Artist: Albert Ayler

Album: Lörrach, Paris 1966

Label: Hat Hut

Review date: Apr. 20, 2003

Rise and Rejoice


“Then along came Ayler. Holy shit! Brash and bold . . . Wailing, parading Albert Ayler – Psalm-swinging, Song-singing to you. Free at last, free at last. Thank God Almighty free at last.” Nobody put it quite like the late great Hal Russell, who said this in his autobiographical disc, The Hal Russell Story. Could anyone have been prepared for the sheer shock, the raw testimonial power of Ayler’s music? Hugely influential on several generations of tenor players – Joe McPhee, David Murray, David S. Ware, and Ken Vandermark, to name some of the more obvious examples – Ayler’s music sounds as fresh, wild, and uncompromising today as it must have then (we can only imagine, though the poet Ted Joans likens its impact to hearing the word “fuck” shouted in Saint Patrick’s Cathedral).
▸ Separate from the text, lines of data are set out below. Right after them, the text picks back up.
"""What `glassbox monitor` shows in a terminal, built from a `Monitoring` at the last moment.

The period summary, then per period the flagged features worst first, the outcomes when
the data had them, and one line of caution. Every table fits 80 columns: long cells wrap
or fold onto more lines, nothing is cut. The words and number styles here are shared with
the page (monitor_page.py) and the files (monitor_files.py).
"""

from __future__ import annotations

import math
import textwrap
from collections.abc import Sequence
from typing import TYPE_CHECKING, Any

import pandas as pd
from rich import box
from rich.console import Group, RenderableType
from rich.table import Table
from rich.text import Text

from glassbox.core.wording import plural
from glassbox.explaining.monitor_tables import collapsed
from glassbox.explaining.stability import ACT_PSI, FLAG_ORDER, LEVEL, WATCH_PSI

if TYPE_CHECKING:  # the engine's result; only its fields are read here
    from glassbox.explaining.monitor import Monitoring

RULE_KEY = (f"Flagged by PSI: the trade's convention, watch from {WATCH_PSI:.2f} and act "
            f"from {ACT_PSI:.2f} (Lewis 1994; Siddiqi). By χ²: the sample-size check, "
            f"p < {LEVEL:g} under no change.")
CAUTION = ("Stability is not accuracy, and a flag is a prompt to investigate, not a verdict: "
           "these are counts of rows and of the model's tables, not a judgment of anyone.")
WIDTH = 80
FIRST_WIDTH = 16  # a period or feature name this long stays on one line in the tables


# ---------------------------------------------------------------- one style per column


def _finite(value: Any) -> bool:
    return value is not None and not (isinstance(value, float) and math.isnan(value)) \
        and not pd.isna(value)


def count_text(value: Any) -> str:
    return f"{int(value):,}" if _finite(value) else ""


def psi_text(value: Any) -> str:
    return f"{float(value):.3f}" if _finite(value) else ""


def signed_text(value: Any, digits: int = 3) -> str:
    """A change with its sign, so a fall and a rise read apart at a glance."""
    if not _finite(value):
        return ""
    value = float(value)
    return f"{0.0 if abs(value) < 0.5 * 10 ** -digits else value:+.{digits}f}"


def fixed_text(value: Any, style: str = ".3f") -> str:
    """A value in a fixed style (".3f" for rates and AUC, ".4g" for means); blank for none."""
    return format(float(value), style) if _finite(value) else ""


def range_text(low: Any, high: Any, style: str = ".3f") -> str:
    """An interval as "low to high"; blank when either end is missing."""
    if not (_finite(low) and _finite(high)):
        return ""
    return f"{fixed_text(low, style)} to {fixed_text(high, style)}"


def share_text(value: Any) -> str:
    return f"{100 * float(value):.1f}%" if _finite(value) else ""


def points_text(value: Any) -> str:
    """A change in percentage points of a share."""
    return f"{signed_text(100 * float(value), 1)} pp" if _finite(value) else ""


def p_text(value: Any) -> str:
    if not _finite(value):
        return ""
    return "<0.0001" if float(value) < 1e-4 else f"{float(value):.4f}"


def flagged(flag: Any) -> bool:
    return flag in FLAG_ORDER


def flag_words(flag: Any, rule: Any) -> str:
    """"act: PSI ≥ 0.25"; "" when no rule flagged, or the reason none could (no rows)."""
    if not flagged(flag):
        return str(rule) if _finite(rule) and rule else ""
    return f"{flag}: {rule}" if rule else str(flag)


def worst_first(features: pd.DataFrame) -> pd.DataFrame:
    """Rows ordered by flag (act, watch, changed, none), then PSI from the largest."""
    rank = features["flag"].map({flag: i for i, flag in enumerate(FLAG_ORDER)}).fillna(
        len(FLAG_ORDER))
    order = pd.DataFrame({"rank": rank, "psi": -features["psi"].astype(float).fillna(-1.0),
                          "feature": features["feature"].astype(str)})
    return features.loc[order.sort_values(["rank", "psi", "feature"], kind="stable").index]


def uses_points(monitoring: Monitoring) -> bool:
    """Whether a points card was given: the tables then carry points changes."""
    return "points_change" in monitoring.features.columns and bool(
        monitoring.features["points_change"].notna().any())


def unscored_note(summary: pd.DataFrame) -> str:
    """One sentence on rows the model could not score, or "" when there were none."""
    parts = [f"{count_text(row.unscored_rows)} in {row.period}"
             for row in summary.itertuples() if _finite(row.unscored_rows)
             and row.unscored_rows > 0]
    if not parts:
        return ""
    return ("Rows the model cannot score (a missing value where its term has no entry for "
            f"one): {', '.join(parts)}. They count in the feature bins and missing rates, "
            "not in the score's figures.")


# ---------------------------------------------------------------- the terminal view


def _table(title: str, headings: Sequence[tuple[str, str]],
           rows: Sequence[Sequence[str]], width: int = WIDTH) -> Table:
    """A table laid out for `width` columns with nothing cut: each column as wide as its
    longest line (headings break between words); when that is too wide, the first column
    (periods or features) folds down to FIRST_WIDTH and text columns wrap at spaces down
    to their longest word; past that every text column folds further. Numbers never
    fold. Widths are set here, so rich never has to crop."""
    texts = [textwrap.fill(heading, max(5, *(len(w) for w in heading.split())))
             for heading, _ in headings]
    numeric = [justify == "right" for _, justify in headings]

    def longest(values, split=str.splitlines) -> int:
        return max((len(part) for value in values for part in split(value)), default=0)

    columns = [[texts[j], *(row[j] for row in rows)] for j in range(len(headings))]
    natural = [longest(column) for column in columns]
    floors = [natural[j] if numeric[j] else max(longest(columns[j], str.split),
                                                 longest([texts[j]], str.split))
              for j in range(len(headings))]
    floors[0] = min(natural[0], max(FIRST_WIDTH, longest([texts[0]], str.split)))
    room = width - 3 * (len(headings) - 1) - 2  # a gap of three between columns, two edges
    widths = list(natural)
    for limit in (floors, [natural[j] if numeric[j] else min(natural[j], 6)
                           for j in range(len(headings))]):
        for j in sorted(range(len(headings)), key=lambda j: j != 0):
            excess = sum(widths) - room
            if excess > 0:
                widths[j] = max(limit[j], widths[j] - excess)
    table = Table(title=title, box=box.SIMPLE_HEAD, title_justify="left", title_style="bold",
                  header_style="bold", pad_edge=False, expand=False)
    for text, (_, justify), column_width in zip(texts, headings, widths, strict=True):
        table.add_column(text, justify=justify, width=column_width,  # type: ignore[arg-type]
                         overflow="fold")
    for row in rows:
        table.add_row(*row)
    return table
On every record, from the brutal early slabs of sound to the deeply weird final records for Impulse!, Albert (often along with his brother Donald) aimed to raise the ceiling, to transform simple folk and church music into such outlandish essays in raw sound that they could deliver the musicians into some kind of mystical union.
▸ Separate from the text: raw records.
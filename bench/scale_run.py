"""Fitting at portfolio scale: each family and the CLI at 100k and 1M generated rows.

`bench/run.py scale` calls `scale_rows(folder)`. The data comes from bench/scale_data.py
(20 numeric and 2 categorical features, gaps, an id column); each size is generated with
25% more rows than it names, and that last fifth of the generated rows is the held-out part
every fitted model is scored on (log loss), so a speed-up that costs accuracy shows.

Every contender runs in a fresh process, started by a small launcher process (this file
run as `launch`, standard library only) that sets the memory ceiling (RLIMIT_AS), stops the
contender's whole process group at the time limit, times the wall clock and reads the
contender's resource use with wait4: user + system CPU of it and the worker processes it
waited for, and the largest resident set among them. A launcher is used so that no
contender's peak memory includes the benchmark's own (Linux carries the parent's resident
set into a child's ru_maxrss through fork and exec). A Python contender (this file run as
`fit`) also prints its own getrusage(RUSAGE_SELF), VmHWM and the seconds inside the fit
alone as JSON on its last line; its wall, CPU and peak are then taken up to the end of its
fit (from the launcher's start to the contender's own clock, its getrusage, its VmHWM), so
the held-out scoring after the fit is not counted. All wall and CPU figures include starting
Python and the imports; a Python contender's also include reading the Parquet file.
"""

from __future__ import annotations

import json
import os
import resource
import signal
import statistics
import subprocess
import sys
import time
from pathlib import Path

HERE = Path(__file__).resolve()
ROOT = HERE.parent.parent
SIZES = (100_000, 1_000_000)
REPEATS = {100_000: 3, 1_000_000: 1}
LIMIT_SECONDS = 900.0
LIMIT_BYTES = 16 * 2**30
SCORE_SAMPLE = 20_000
FAMILIES = (("sparse", "lr", "scikit-learn LogisticRegression"),
            ("spline", "pygam", "pygam LogisticGAM"),
            ("boosted", "hgb", "scikit-learn HistGradientBoostingClassifier"))
# the targets: (what, limit)
SPLINE_WALL, SPLINE_PEAK_GB, LIBRARY_RATIO = 60.0, 4.0, 1.5
COMPARE_WALL, SCHEMA_WALL, SCORE_WALL = 300.0, 10.0, 10.0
Over the course of his tragically brief career, Ayler tended to rework the same material, generating ever more ecstatic whirls of sound. On this concert document from the end of 1966, which catches the group in the midst of a European tour which left audiences both befuddled and ecstatic, Ayler is joined by his brother on trumpet, Michael Samson on violin, William Folwell on bass, and Beaver Harris on drums. They exult in staples like “Bells,” “Spirits Rejoice,” “Ghosts,” and “Our Prayer,” among others. The previous version of this recording (and it’s a damn good thing it’s been reissued) had the track titles incorrect. Apparently when Ayler was asked after the Paris show (the recording’s final three tracks) what the song titles were, he was so tired he didn’t remember properly. No surprise there, given the surging energy of his tenor sax – which blows apart the harmonious moments even as it coos them back. The quavering sound of his horn – at once brutally forceful and intimately attuned to subtle grains of texture or modulation – is still what is most compelling about this music. Through all the formal moves this band makes – marches, hymns, free barrage – it is ultimately the preponderance of pure oscillating sound that comes across most effectively.
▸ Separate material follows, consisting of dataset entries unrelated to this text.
def batch_rows(sets: dict[str, tuple], rows: int = 20_000, sample: int = 2_000,
               plain: int = 200) -> list[str]:
    """The whole planner, raw rows in and verified plans out, on 20,000 declined rows: the
    batch path against the per-row planner with HiGHS (what the tool did before) on the same
    rows, and against a pulp program rebuilt per row and solved by the CBC command line."""
    from recourse.batch import plan_many
    from recourse.candidates import row_candidates
    from recourse.planner import row_program

    model, rules, _ = recourse_setup(sets)
    declined = declined_population(model, rules, rows)
    plan_many(model, declined.iloc[:300], rules, n_plans=3)  # compiled solver loaded
    whole = {}
    for n_plans in (1, 3):
        start = time.perf_counter()
        whole[n_plans] = plan_many(model, declined, rules, n_plans=n_plans)
        whole[n_plans] = (time.perf_counter() - start, whole[n_plans])
    # side by side on the same rows, in alternating blocks of 500
    ours = {1: [], 3: []}
    today = {1: [], 3: []}
    costs_equal, compared = True, 0
    for block in range(0, sample, 500):
        part = declined.iloc[block:block + 500]
        for n_plans in (1, 3):
            start = time.perf_counter()
            mine = plan_many(model, part, rules, n_plans=n_plans)
            ours[n_plans].append(time.perf_counter() - start)
            start = time.perf_counter()
            theirs = plan_many(model, part, rules, n_plans=n_plans, solver="highs")
            today[n_plans].append(time.perf_counter() - start)
            for a, b in zip(mine, theirs, strict=True):
                compared += len(b.plans)
                same = a.status == b.status and len(a.plans) == len(b.plans)
                costs_equal &= same and all(abs(p.total_cost - q.total_cost) <= 1e-9
                                            for p, q in zip(a.plans, b.plans, strict=False))
    threshold = rules.goal.threshold(model.link)
    encoded = model.encode(declined.iloc[:plain])
    parts = model.contributions_encoded(encoded)
    base_times, base_equal = [], True
    start_ours = time.perf_counter()
    mine = plan_many(model, declined.iloc[:plain], rules, n_plans=1)
    ours_plain = time.perf_counter() - start_ours
    for index in range(plain):
        start = time.perf_counter()
        candidates = row_candidates(model, declined.iloc[index], rules)
        row_parts = parts.iloc[index]
        score = float(model.intercept + row_parts.sum())
        cost = baseline_solve(row_program(candidates, score, row_parts, rules.goal, threshold))
        base_times.append(time.perf_counter() - start)
        found = mine[index].plans[0].total_cost if mine[index].plans else float("nan")
        base_equal &= (np.isnan(cost) and np.isnan(found)) or abs(cost - found) <= 1e-6
    per_row = {n: whole[n][0] / rows for n in (1, 3)}
    speed = {n: sum(today[n]) / sum(ours[n]) for n in (1, 3)}
    plain_ratio = sum(base_times) / ours_plain
    with_plan = sum(bool(r.plans) for r in whole[1][1])
    lines = [
        "## Recourse: the whole planner on a population (batch path against the per-row one)",
        "",
        f"{rows:,} declined rows drawn from 150,000 generated applications, the spline model "
        "and rules of the recourse section (16 features changeable on grids of about 64 steps, "
        "percentile costs, at most 5 changes). Raw rows in, verified plans out: typing, "
        "candidate tables, solving, re-scoring every plan through the model, the plan "
        "objects. The batch path (the default, the exact solver) against the per-row "
        "planner with HiGHS through pulp (the default before) on the same rows, in "
        f"alternating blocks of 500 (the first {sample:,} rows), and against a pulp "
        "program rebuilt per row and solved by the CBC command line (the first "
        f"{plain} rows). Targets: at least 40× the per-row planner for one plan, 60× for "
        "three, 200× the rebuilt program.",
        "",
        "| plans per row | batch path, all rows (ms per row) | batch path, sample (s) | "
        "per-row planner, HiGHS (s) | ratio |",
        "|---:|---:|---:|---:|---:|",
    ]
    for n in (1, 3):
        lines.append(f"| {n} | {per_row[n] * 1e3:.3f} | {sum(ours[n]):.2f} | "
                     f"{sum(today[n]):.1f} | {speed[n]:.0f}× |")
    lines += [
        "",
        f"Against the rebuilt pulp program with CBC ({plain} rows, one plan): "
        f"{sum(base_times):.1f} s against {ours_plain:.2f} s, {plain_ratio:.0f}×; cheapest "
        f"costs equal row by row: {'yes' if base_equal else 'NO'}.",
        "",
        f"Optimal costs identical row by row and plan by plan on the sample ({compared:,} "
        f"plans): {'yes' if costs_equal else 'NO'}. Rows with a plan: {with_plan:,} of "
        f"{rows:,}.",
    ]
    return lines


def reach_rows(sets: dict[str, tuple], folder: Path, rows: int = 100_000) -> list[str]:
    """The population command on 100,000 declined rows: local at 1 and 2 jobs, dask with 2."""
    from recourse import reach
    from recourse.scale import plan_at_scale

    model, rules, _ = recourse_setup(sets)
    declined = declined_population(model, rules, rows)
    path = folder / "declined.parquet"
    declined.to_parquet(path, index=False)
    times, runs = {}, {}
    for name, engine, jobs in (("local, 1 job", "local", 1), ("local, 2 jobs", "local", 2),
                               ("dask, 2 workers", "dask", 2)):
        start = time.perf_counter()
        runs[name] = plan_at_scale(model, rules, path, engine=engine, jobs=jobs,
                                   keep=["owner_age_band"], partition_rows=10_000)
        times[name] = time.perf_counter() - start
    first = runs["local, 1 job"].outcomes
    same = all(run.outcomes.equals(first) for run in runs.values())
    summary = reach.reach(first, by=["owner_age_band"])
    scaling = times["local, 1 job"] / times["local, 2 jobs"]
    million = times["local, 2 jobs"] * 1_000_000 / rows
    lines = [
        "## Recourse reach across a population: engines side by side",
        "",
        f"{len(first):,} declined rows (resampled from those of 150,000 generated "
        "applications) in a Parquet file, the spline model and rules of the recourse "
        "section, one plan per row, partitions of 10,000 rows, run one after the other in "
        "this run; every run starts its own workers (the dask run its own two-worker "
        "`LocalCluster`). Targets: one million declined rows under 5 minutes with 2 jobs; "
        "dask within 20% of local at the same worker count.",
        "",
        "| engine | seconds | rows per second | ratio |",
        "|---|---:|---:|---:|",
    ]
    for name, seconds in times.items():
        ratio = {"local, 1 job": "1",
                 "local, 2 jobs": f"{scaling:.2f}× 1 job",
                 "dask, 2 workers": f"{times['local, 2 jobs'] / seconds:.2f}× local 2 jobs"}[name]
        lines.append(f"| {name} | {seconds:.1f} | {len(first) / seconds:,.0f} | {ratio} |")
    lines += [
        "",
        f"Identical outcomes from every engine: {'yes' if same else 'NO'}. Share with a plan: "
        f"{summary.share_with_plan:.1%}.",
        "",
        f"One million declined rows with 2 jobs, extrapolated from this run (the time grows "
        f"with the rows: partitions are independent): {million / 60:.1f} minutes.",
    ]
    return lines


def exact_rows(sets: dict[str, tuple], rows: int = 200) -> list[str]:
    """Cheapest plans against brute force over the full grids of two changeable features,
    candidates before and after the frontier, what the search is left with, time per row."""
    from recourse.batch import typed_declined
    from recourse.candidates import encoded_candidates
    from recourse.mutability import mutability_from_dict
    from recourse.planner import plan_encoded, row_program
    from recourse.program import BUFFER, search_size
    from tests.test_planner import brute_force_plan, credit_model

    frame, schema = sets["loans"]
    cases = {  # (model, frame, goal, the two features' rules as declared)
        "loans (demo), spline": (fit_model(frame, schema, "spline"), frame, {
            "probability": 0.3, "direction": "at-most", "margin": 0.02}, {
            "amount_requested": {"change": "decrease", "lower": 5, "step": 1,
                                 "cost": "percentile"},
            "debt_to_revenue": {"change": "decrease", "lower": 0.0, "step": 0.01,
                                "largest_change": 0.5, "cost": "percentile"}}),
        "modeldata credit_data, spline": (*credit_model(), {
            "probability": 0.3, "direction": "at-most", "margin": 0.02}, {
            "Amount": {"change": "decrease", "lower": 100, "step": 1, "cost": "percentile"},
            "Assets": {"change": "increase", "step": 1, "largest_change": 20000,
                       "cost": "percentile"}}),
    }
    lines = ["## Recourse: cheapest plans against brute force over the full grids",
             "",
             f"The first {rows} declined rows; two changeable features, so brute force over "
             "every pair of grid values is exact (for each value of one feature, the cheapest "
             "value of the other that closes the gap). Candidates: values the rules allow "
             "(grid points up to the table's outermost knot) against those kept (no cheaper "
             "value gains as much; none past the cheapest that closes the gap). Left: "
             "candidates per row after the Lagrangian bound, all features together.",
             "",
             "| data | rows with a plan (planner, brute force) | equal to brute force | "
             "feature | allowed (mean, "
             "max) | kept (mean, max) | left after the bound (mean, max) | listed | "
             "ms per row (mean, median) |",
             "|---|---:|---:|---|---:|---:|---:|---:|---:|"]
    for name, (model, data, goal, declared) in cases.items():
        rules = mutability_from_dict({"goal": goal, "feature": declared}, model)
        _, encoded, parts, ids = typed_declined(model, data, rules)
        threshold = rules.goal.threshold(model.link)
        found = reachable = same = listed = 0
        sign = 1.0 if rules.goal.direction == "at-least" else -1.0
        allowed = {feature: [] for feature in declared}
        kept = {feature: [] for feature in declared}
        left, times = [], []
        for i in range(min(rows, len(encoded))):
            start = time.perf_counter()
            result = plan_encoded(model, encoded.iloc[[i]], rules, n_plans=1,
                                  parts=parts.iloc[i], row_id=ids[i])
            times.append(time.perf_counter() - start)
            truth = brute_force_plan(model, data.loc[encoded.index[i]], rules, declared)
            reachable += truth is not None
            if result.plans:
                found += 1
                same += truth is not None and abs(
                    result.plans[0].total_cost - truth["total-cost"][0]) <= 1e-9
            score = float(model.intercept + parts.iloc[i].sum())
            need = sign * (threshold - score) + BUFFER  # as the planner asks
            candidates = encoded_candidates(model, encoded.iloc[i], rules, need)
            for feature, table in candidates.items():
                allowed[feature].append(table.weighed)
                kept[feature].append(len(table) - 1)
            sizes, by_listing = search_size(row_program(candidates, score, parts.iloc[i],
                                                        rules.goal, threshold))
            left.append(sum(sizes))
            listed += by_listing
        for number, feature in enumerate(declared):
            head = (f"| {name} | {found}, {reachable} of {len(times)} | {same} of {found} |"
                    if number == 0 else "| | | |")
            tail = (f" {np.mean(left):.0f}, {max(left)} | {listed} of {len(times)} | "
                    f"{np.mean(times) * 1e3:.1f}, {np.median(times) * 1e3:.1f} |"
                    if number == 0 else " | | |")
            lines.append(f"{head} {feature} | {np.mean(allowed[feature]):,.0f}, "
                         f"{max(allowed[feature]):,} | {np.mean(kept[feature]):,.0f}, "
                         f"{max(kept[feature]):,} |{tail}")
    return lines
Beaver Harris is electric on this recording, pushing Donald Ayler to some of his most expressive playing on record during “Prophet.” Folwell (who creates such rich, almost unearthly drones with Samson) and Harris also get solo spots (which are believed to be their only ones on record with Ayler).

I’ve always seen the music documented on this 1966 tour as something of a stylistic interval between the epochal trio recordings of 1964 and the more fully-wrought ensemble recordings of the Greenwich Village gigs in 1967. But while this disc is not quite on the level of these two towering moments in Ayler’s music, it’s still a must-hear for Ayler freaks. He and his brother truly believed that their music was a long prayer to The One, and that their music could change the world. And when you’re melting to the rapture of “Our Prayer,” it almost seems believable. You don’t have to become a devout, but do not miss this stunning music.